NAME
Parse::PerlConfig - parse a configuration file written in Perl
SYNOPSIS
use Parse::PerlConfig;
my $parsed = Parse::PerlConfig::parse(
File => "/etc/perlapp/conf",
Handlers => [\%config, \&config],
);
DESCRIPTION
This module is useful for parsing a configuration file written in Perl and obtaining the values defined therein. This is achieved through the parse() function, which creates a namespace, reads in Perl code, evals it, and then examines the namespace's symbol table.
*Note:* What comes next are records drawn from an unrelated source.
TEST_CASE("a kept factor of the leading modes, extended by more modes, gives the residuals of a dense QR fit", "[modes]") {
    const double fs = 32000.0;
    // Five modes in the signal (two 6 Hz apart); the factor is kept for the first `lead` of them,
    // the search adds the rest (with a companion that dies fast at the first one's frequency).
    const std::vector<damped_mode> truth{{.freq_hz = 196.0, .decay_per_s = 3.0, .amp = {0.4, -0.2}},
                                         {.freq_hz = 587.0, .decay_per_s = 0.0, .amp = {0.0, 0.1}},
                                         {.freq_hz = 593.0, .decay_per_s = 20.0, .amp = {0.05, 0.02}},
                                         {.freq_hz = 2411.0, .decay_per_s = 400.0, .amp = {0.3, 0.3}},
                                         {.freq_hz = 7000.0, .decay_per_s = 150.0, .amp = {-0.1, 0.05}}};
    const std::size_t lead = GENERATE(std::size_t{0}, std::size_t{1}, std::size_t{3}, std::size_t{5});
    const std::size_t count = 2000, starts = 160;
    const auto x = render_modes(truth, fs, count + starts, 0.01, 11);
    std::vector<damped_mode> modes = truth;
    modes.push_back({.freq_hz = 196.0, .decay_per_s = 46.0});
    plain_gram_factor kept = factor_plain_gram(std::span(modes).first(lead), fs, count);
    const std::vector<double> residual = sliding_fit_residuals(x, fs, modes, count, starts, {.leading = &kept});
    REQUIRE(residual.size() == starts);
    for (const std::size_t s : {std::size_t{0}, std::size_t{1}, std::size_t{128}, std::size_t{159}}) {
        const std::span<const float> span(x.data() + s, count);
        double energy = 0.0;
        for (float v : span) energy += double(v) * double(v);
        const double want = dense_qr_amplitudes(span, fs, modes).residual * energy;
        // The ridge (1e-9 of the Gram diagonal) and rounding: 1e-7 of the span's energy.
        CAPTURE(lead, s, residual[s], want, energy);
        CHECK_THAT(residual[s], WithinAbs(want, 1e-7 * energy));
    }
    // A fit of exactly the kept modes solves with the kept factor: the same numbers as without.
    const std::span<const float> first(x.data(), count);
    std::vector<damped_mode> with(modes.begin(), modes.begin() + static_cast<std::ptrdiff_t>(lead)), without = with;
    const std::vector<mode_shape> plain(lead);
    const double r_with = fit_shaped_amplitudes(first, fs, with, plain, 1e-9, &kept);
    const double r_without = fit_shaped_amplitudes(first, fs, without, plain, 1e-9);
    CHECK(r_with == r_without);
    for (std::size_t k = 0; k < lead; ++k) {
        CAPTURE(k, with[k].amp, without[k].amp);
        CHECK(with[k].amp == without[k].amp);
    }
}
Symbols are then processed into a hash and returned.
Export
The parse() function is exportable upon request.
Parsing
Parsing is not a simple do("filename"). Instead the filenames specified are opened, read, eval'd, and closed. The justification for this being twofold:
- no @INC search
-
I did not want surprises in what file was found; do("file") searches @INC.
- lexicals
-
I wanted to be able to insert lexicals for the code in the file to see. Being able to define variables without having them parsed back out (remember, the namespace is searched) is a nice feature.
Parsing (in this manner) requires a namespace. By default, the namespace is constructed by appending Namespace_Base to a unique identifier (currently, an encoded version of the filename, but don't rely on this). You can override this behaviour by specifying an explicit Namespace argument.
Prior to eval'ing the contents of a configuration file the lexical hash %parse_perl_config is initialized with several keys (documented below); if a Lexicals argument was given each of the lexicals specified are initialized.
There are a few caveats; lexicals specified in the Lexicals argument cannot override %parse_perl_config; keys specified in Lexicals cannot be code references, because code references cannot currently be reliably reconstructed; modifications to %parse_perl_config keys (other than Error, documented below) are discouraged, as the results are not defined.
The %parse_perl_config hash contains the following keys:
- Error
-
Making this key a true value will cause the error handler Error_eval to be called with the value.
- Namespace
-
The namespace the file is being evaluated in.
- Filename
-
The name of the file being parsed.
- Parse_Args
-
A hash of the arguments passed to parse().
Once the namespace has been setup, and the code eval'd, it is then parse()'s job to go through the namespace's symbol table and look for "things". What it looks for depends on the Thing_Order and Symbols arguments.
After that, handlers are updated, and a hash reference of what was parsed out is returned.
The parse subroutine
Arguments
parse() takes a list of key-value pairs as its arguments and adds them to an argument hash. If the first argument to parse() is a hash or array reference, it is dereferenced and used as if it were specified as a list. All elements following this argument are added to the arguments hash, and they override any settings specified by the reference.
This means the call:
parse(
{ Files => "/home/me/config.conf", Error_default => 'fwarn' },
Files => "/home/you/config.conf"
);
causes parse()'s argument hash to consist of the following (ignoring default settings):
Files => "/home/you/config.conf",
Error_default => "fwarn",
Simply replace the braces, {}, with brackets, [], and you get the same result. This makes it convenient to store commonly-used arguments to parse() in a hash or array, and efficiently pass these arguments to parse(), while still allowing a seperate Files argument for each call.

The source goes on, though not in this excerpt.